## Exercise directions
The answer must consist of each line of the records below that contains the string "places".

## Supplied entries
============

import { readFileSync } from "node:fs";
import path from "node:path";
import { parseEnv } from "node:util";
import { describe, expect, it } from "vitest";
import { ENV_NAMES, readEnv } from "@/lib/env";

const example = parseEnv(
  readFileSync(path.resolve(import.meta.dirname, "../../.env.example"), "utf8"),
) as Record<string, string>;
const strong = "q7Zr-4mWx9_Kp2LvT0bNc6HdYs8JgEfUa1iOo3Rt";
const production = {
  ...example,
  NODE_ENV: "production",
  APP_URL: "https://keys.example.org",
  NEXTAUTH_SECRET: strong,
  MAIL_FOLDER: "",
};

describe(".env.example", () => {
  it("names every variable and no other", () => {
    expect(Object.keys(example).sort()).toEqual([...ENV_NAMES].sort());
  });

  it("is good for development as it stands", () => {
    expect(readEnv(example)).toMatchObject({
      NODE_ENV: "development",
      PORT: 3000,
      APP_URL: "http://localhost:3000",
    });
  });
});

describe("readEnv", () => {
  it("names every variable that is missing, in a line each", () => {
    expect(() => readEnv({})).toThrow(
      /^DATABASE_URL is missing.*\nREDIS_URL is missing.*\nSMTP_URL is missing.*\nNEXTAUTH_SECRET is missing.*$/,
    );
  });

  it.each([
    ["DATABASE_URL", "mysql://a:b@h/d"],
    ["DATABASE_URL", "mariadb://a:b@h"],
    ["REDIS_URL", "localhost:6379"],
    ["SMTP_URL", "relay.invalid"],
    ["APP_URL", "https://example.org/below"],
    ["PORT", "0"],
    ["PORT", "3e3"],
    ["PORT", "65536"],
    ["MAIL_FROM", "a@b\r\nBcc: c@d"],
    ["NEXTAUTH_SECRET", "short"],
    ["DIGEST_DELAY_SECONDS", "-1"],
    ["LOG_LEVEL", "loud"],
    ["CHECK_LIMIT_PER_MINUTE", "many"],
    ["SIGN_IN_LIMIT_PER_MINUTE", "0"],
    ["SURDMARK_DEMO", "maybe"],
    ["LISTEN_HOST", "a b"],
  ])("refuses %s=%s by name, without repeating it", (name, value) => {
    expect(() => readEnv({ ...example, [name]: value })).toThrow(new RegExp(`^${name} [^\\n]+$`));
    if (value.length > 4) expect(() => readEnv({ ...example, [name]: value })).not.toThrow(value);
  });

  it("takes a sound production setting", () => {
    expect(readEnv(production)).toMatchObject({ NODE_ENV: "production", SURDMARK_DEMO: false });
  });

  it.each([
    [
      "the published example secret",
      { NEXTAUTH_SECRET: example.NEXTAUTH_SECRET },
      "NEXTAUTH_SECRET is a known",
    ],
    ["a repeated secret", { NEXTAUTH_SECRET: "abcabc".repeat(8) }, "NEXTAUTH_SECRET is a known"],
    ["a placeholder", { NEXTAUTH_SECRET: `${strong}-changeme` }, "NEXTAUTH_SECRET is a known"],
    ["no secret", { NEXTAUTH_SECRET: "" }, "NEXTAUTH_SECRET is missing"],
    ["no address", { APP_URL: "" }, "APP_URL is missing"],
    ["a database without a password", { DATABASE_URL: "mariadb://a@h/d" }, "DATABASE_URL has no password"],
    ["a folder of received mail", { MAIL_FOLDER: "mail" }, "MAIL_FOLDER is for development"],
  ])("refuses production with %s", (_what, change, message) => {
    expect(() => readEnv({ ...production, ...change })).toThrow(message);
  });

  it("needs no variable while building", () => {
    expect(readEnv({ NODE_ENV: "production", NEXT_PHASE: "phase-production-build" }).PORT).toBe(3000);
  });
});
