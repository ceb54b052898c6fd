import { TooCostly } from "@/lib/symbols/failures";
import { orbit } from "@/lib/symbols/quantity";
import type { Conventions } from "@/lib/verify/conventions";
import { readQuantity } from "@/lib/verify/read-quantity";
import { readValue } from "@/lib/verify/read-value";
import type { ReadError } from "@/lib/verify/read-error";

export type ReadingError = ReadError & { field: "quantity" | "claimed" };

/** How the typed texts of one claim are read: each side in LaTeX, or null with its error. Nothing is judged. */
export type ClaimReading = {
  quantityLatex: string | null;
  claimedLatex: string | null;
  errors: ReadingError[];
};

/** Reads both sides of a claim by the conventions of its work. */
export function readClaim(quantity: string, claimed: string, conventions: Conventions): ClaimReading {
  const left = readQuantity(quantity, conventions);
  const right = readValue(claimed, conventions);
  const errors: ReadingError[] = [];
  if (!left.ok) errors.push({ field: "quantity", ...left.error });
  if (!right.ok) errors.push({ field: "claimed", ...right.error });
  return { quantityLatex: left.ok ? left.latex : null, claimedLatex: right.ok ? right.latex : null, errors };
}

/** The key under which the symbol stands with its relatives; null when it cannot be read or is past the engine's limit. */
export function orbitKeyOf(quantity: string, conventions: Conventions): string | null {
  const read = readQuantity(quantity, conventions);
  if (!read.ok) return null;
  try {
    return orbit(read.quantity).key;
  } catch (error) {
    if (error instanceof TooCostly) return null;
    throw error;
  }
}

============

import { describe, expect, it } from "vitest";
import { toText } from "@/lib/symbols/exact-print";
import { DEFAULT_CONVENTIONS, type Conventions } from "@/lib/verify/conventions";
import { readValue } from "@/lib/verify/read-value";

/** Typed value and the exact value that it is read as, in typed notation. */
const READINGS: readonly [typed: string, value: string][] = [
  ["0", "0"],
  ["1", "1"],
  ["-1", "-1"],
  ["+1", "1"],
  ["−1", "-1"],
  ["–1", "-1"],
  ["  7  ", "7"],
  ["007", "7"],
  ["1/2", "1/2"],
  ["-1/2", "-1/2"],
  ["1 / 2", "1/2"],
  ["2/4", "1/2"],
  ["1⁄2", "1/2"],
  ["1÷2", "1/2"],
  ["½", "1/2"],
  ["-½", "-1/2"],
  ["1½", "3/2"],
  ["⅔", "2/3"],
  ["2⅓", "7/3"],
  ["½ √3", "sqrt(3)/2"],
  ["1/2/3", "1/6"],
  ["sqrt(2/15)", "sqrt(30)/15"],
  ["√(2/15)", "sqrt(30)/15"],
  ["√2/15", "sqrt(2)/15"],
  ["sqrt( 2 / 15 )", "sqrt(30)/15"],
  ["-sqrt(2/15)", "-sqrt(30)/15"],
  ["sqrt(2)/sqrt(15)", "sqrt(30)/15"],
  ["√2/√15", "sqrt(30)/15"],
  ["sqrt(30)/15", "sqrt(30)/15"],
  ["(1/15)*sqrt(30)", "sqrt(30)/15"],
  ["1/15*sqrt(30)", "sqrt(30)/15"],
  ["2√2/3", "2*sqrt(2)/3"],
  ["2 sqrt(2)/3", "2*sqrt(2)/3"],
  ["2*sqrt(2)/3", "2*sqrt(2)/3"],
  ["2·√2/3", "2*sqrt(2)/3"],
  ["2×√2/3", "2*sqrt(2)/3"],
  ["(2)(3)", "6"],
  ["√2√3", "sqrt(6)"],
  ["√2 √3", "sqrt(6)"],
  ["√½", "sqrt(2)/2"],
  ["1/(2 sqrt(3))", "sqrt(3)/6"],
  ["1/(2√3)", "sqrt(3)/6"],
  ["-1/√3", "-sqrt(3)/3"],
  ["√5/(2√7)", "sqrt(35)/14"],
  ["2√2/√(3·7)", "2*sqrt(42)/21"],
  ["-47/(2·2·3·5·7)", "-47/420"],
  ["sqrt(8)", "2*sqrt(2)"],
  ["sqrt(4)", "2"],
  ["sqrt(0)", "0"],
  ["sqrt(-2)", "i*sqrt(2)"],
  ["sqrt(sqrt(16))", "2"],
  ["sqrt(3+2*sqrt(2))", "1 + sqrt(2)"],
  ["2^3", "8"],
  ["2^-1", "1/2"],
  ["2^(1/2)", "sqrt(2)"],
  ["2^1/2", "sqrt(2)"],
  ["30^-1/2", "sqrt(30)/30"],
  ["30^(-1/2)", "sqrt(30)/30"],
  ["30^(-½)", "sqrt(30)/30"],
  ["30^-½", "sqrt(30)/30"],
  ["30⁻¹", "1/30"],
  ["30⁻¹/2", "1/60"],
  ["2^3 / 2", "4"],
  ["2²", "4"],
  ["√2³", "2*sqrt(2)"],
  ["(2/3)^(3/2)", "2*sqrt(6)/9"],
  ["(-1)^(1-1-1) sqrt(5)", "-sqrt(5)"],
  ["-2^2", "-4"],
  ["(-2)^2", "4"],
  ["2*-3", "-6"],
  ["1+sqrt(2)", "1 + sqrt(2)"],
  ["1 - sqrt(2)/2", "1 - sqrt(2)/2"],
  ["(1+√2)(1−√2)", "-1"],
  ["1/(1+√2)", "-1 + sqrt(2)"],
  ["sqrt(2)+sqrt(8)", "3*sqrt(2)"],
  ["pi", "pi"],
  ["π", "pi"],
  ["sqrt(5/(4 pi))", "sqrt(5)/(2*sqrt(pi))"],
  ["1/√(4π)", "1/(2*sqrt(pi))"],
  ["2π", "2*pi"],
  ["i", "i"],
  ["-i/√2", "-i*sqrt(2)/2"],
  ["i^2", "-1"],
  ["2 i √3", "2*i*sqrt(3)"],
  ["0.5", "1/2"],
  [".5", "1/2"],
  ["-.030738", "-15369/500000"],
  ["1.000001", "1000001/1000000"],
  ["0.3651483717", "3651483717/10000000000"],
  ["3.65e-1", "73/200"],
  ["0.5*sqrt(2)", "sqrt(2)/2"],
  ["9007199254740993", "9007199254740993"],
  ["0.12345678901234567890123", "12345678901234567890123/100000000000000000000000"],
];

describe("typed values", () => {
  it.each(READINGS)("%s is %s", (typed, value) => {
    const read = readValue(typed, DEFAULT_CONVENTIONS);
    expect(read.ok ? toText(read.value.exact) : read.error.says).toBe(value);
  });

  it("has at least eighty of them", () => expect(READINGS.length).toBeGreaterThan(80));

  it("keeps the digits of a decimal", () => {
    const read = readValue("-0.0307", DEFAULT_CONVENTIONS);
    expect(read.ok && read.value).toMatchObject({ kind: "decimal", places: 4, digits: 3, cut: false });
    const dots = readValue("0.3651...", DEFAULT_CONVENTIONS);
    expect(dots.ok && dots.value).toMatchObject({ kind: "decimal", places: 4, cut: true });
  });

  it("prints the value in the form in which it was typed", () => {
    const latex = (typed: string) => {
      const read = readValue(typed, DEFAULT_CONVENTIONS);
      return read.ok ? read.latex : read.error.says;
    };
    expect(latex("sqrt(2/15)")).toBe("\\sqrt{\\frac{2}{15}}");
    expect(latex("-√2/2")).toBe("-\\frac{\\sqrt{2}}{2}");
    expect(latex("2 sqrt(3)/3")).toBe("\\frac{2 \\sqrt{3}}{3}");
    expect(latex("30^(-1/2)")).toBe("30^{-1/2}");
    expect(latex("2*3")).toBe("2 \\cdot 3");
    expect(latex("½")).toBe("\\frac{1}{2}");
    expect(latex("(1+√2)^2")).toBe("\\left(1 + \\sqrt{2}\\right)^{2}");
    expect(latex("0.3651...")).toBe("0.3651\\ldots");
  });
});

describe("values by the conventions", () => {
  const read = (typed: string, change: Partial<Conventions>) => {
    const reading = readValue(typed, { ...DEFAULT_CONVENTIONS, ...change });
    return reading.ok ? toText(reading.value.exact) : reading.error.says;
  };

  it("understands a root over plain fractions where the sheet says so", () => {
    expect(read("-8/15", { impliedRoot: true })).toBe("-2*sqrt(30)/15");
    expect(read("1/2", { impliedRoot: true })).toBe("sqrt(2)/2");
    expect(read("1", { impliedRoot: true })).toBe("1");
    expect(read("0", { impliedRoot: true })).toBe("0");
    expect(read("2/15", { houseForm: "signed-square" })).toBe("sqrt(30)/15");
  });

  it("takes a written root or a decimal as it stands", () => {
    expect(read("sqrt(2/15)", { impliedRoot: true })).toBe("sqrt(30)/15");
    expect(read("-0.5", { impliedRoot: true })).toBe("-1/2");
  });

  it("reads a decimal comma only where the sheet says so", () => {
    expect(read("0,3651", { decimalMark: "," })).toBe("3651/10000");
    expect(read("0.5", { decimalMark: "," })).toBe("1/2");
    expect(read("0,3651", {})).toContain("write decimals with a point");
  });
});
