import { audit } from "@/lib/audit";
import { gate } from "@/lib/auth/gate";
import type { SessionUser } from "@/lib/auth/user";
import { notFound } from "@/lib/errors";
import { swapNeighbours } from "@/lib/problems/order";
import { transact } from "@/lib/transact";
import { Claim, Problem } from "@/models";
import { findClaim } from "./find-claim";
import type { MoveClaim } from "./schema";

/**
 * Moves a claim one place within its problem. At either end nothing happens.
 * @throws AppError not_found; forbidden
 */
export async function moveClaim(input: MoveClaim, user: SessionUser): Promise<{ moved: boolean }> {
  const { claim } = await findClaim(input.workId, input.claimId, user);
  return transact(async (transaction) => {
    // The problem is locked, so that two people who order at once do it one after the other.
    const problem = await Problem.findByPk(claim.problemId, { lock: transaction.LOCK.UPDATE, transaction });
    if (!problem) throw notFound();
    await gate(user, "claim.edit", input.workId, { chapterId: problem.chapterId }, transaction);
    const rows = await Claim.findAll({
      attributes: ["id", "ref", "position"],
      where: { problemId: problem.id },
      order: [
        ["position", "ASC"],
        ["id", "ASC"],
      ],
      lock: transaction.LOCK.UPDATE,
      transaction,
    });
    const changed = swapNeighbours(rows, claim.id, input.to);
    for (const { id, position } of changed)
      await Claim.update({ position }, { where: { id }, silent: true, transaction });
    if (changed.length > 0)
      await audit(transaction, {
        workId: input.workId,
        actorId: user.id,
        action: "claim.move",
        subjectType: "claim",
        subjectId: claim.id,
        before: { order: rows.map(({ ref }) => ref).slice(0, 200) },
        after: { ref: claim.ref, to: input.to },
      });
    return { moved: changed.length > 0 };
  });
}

============

## Worked solution
    expect(read.ok && read.value).toMatchObject({ kind: "decimal", places: 4, digits: 3, cut: false });
    expect(dots.ok && dots.value).toMatchObject({ kind: "decimal", places: 4, cut: true });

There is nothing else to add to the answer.